Dataset entries:

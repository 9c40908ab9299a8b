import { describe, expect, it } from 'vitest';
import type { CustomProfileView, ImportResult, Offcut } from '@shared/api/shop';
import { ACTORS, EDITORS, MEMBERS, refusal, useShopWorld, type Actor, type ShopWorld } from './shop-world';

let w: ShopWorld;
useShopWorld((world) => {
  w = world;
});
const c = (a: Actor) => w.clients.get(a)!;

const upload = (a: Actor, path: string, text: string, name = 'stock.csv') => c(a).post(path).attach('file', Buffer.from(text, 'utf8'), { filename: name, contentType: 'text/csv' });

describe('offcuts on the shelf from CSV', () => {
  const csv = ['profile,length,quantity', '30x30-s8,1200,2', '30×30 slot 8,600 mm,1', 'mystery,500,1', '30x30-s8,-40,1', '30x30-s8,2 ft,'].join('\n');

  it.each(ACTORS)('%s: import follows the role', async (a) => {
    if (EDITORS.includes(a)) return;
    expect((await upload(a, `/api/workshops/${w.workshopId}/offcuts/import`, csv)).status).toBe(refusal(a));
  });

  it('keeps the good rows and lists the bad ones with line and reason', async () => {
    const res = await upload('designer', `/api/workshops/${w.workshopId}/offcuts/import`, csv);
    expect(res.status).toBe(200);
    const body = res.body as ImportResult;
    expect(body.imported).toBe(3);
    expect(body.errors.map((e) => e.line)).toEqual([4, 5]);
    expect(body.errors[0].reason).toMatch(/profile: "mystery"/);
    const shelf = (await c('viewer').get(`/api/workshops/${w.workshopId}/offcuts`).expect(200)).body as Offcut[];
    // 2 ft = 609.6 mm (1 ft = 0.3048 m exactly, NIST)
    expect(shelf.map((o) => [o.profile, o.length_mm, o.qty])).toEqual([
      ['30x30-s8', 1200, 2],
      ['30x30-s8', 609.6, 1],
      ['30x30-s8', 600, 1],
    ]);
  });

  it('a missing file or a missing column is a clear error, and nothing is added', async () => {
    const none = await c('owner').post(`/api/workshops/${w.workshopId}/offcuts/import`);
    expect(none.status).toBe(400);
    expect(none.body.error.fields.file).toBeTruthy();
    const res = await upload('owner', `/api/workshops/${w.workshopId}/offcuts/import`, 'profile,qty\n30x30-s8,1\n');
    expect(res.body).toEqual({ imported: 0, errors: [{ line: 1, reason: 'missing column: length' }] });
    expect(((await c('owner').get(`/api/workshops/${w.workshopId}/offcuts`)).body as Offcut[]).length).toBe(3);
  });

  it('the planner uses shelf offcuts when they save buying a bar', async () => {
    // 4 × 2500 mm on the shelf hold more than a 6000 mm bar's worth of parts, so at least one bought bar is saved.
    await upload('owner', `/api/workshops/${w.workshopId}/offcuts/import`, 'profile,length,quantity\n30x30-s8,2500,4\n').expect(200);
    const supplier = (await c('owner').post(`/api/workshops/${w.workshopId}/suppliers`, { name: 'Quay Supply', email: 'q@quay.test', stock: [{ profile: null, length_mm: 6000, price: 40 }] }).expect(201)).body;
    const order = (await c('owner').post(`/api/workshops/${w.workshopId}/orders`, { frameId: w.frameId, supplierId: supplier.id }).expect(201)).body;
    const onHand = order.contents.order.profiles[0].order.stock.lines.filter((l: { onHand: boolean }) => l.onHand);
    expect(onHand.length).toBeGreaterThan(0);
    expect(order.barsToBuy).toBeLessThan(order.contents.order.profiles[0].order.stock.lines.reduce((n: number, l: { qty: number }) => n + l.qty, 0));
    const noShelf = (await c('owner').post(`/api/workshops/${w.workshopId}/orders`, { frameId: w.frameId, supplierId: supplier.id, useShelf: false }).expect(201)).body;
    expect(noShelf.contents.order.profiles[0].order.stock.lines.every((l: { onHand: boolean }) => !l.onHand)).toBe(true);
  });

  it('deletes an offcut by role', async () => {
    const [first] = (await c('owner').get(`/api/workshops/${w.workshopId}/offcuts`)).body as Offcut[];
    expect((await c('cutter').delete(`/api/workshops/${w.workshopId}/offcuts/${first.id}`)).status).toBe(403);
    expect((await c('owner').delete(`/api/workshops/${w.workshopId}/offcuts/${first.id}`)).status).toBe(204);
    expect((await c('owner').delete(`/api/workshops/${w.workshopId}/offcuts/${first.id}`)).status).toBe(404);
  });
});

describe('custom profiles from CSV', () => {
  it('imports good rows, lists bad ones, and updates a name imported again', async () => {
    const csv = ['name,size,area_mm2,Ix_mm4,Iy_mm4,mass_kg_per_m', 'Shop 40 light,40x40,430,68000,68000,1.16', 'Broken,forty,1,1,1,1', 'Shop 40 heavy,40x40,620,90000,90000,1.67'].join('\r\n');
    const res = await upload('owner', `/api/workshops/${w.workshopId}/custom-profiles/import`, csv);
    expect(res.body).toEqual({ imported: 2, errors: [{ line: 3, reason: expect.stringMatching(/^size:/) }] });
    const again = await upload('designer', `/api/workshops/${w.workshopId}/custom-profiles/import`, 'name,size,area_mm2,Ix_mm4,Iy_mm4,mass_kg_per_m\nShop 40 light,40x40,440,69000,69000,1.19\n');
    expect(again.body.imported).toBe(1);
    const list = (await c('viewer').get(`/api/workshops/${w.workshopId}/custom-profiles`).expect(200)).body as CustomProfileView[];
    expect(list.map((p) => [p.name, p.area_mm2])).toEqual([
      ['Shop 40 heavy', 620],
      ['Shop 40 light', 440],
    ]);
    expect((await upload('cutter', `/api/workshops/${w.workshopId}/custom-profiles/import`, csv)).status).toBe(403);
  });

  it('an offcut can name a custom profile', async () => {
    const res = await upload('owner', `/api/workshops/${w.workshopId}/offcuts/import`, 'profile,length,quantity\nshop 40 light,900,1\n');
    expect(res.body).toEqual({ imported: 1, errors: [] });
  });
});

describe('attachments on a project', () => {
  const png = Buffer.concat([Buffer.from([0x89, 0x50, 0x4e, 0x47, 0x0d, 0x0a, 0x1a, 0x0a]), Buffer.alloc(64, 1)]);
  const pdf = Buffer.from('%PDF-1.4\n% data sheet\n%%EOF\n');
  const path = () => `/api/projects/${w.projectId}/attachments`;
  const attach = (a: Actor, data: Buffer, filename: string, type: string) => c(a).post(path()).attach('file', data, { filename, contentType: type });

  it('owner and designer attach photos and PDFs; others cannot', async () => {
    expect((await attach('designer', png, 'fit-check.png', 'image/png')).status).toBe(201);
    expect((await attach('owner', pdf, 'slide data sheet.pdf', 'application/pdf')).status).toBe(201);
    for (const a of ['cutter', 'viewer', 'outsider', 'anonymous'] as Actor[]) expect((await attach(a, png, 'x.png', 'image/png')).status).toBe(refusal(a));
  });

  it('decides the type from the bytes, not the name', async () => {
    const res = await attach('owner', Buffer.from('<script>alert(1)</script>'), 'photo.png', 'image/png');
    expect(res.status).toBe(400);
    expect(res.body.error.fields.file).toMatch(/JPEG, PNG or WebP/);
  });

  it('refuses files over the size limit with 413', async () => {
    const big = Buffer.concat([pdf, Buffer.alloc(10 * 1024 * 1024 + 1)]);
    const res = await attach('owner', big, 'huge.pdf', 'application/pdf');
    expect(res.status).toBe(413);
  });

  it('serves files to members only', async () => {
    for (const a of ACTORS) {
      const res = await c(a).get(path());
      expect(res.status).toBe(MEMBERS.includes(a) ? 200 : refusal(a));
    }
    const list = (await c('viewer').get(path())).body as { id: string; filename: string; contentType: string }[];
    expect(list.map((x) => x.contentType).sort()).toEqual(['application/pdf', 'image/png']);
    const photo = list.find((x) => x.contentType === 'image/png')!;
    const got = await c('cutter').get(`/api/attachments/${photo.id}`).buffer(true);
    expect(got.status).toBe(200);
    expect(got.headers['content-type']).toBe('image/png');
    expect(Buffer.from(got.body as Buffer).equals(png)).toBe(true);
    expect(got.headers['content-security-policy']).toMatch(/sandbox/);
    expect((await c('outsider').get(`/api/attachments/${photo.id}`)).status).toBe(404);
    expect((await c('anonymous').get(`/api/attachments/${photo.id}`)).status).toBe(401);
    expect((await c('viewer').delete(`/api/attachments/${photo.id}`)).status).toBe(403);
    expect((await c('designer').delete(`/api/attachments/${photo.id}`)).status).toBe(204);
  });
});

How to complete this task
From the first line of the entries above to the line with "const c = (a: Actor) => w.clients.get(a)!;", please return every line exactly, keeping both ends.

Task response
repository 9c40908ab9299a8b
import { describe, expect, it } from 'vitest';
import type { CustomProfileView, ImportResult, Offcut } from '@shared/api/shop';
import { ACTORS, EDITORS, MEMBERS, refusal, useShopWorld, type Actor, type ShopWorld } from './shop-world';

let w: ShopWorld;
useShopWorld((world) => {
  w = world;
});
const c = (a: Actor) => w.clients.get(a)!;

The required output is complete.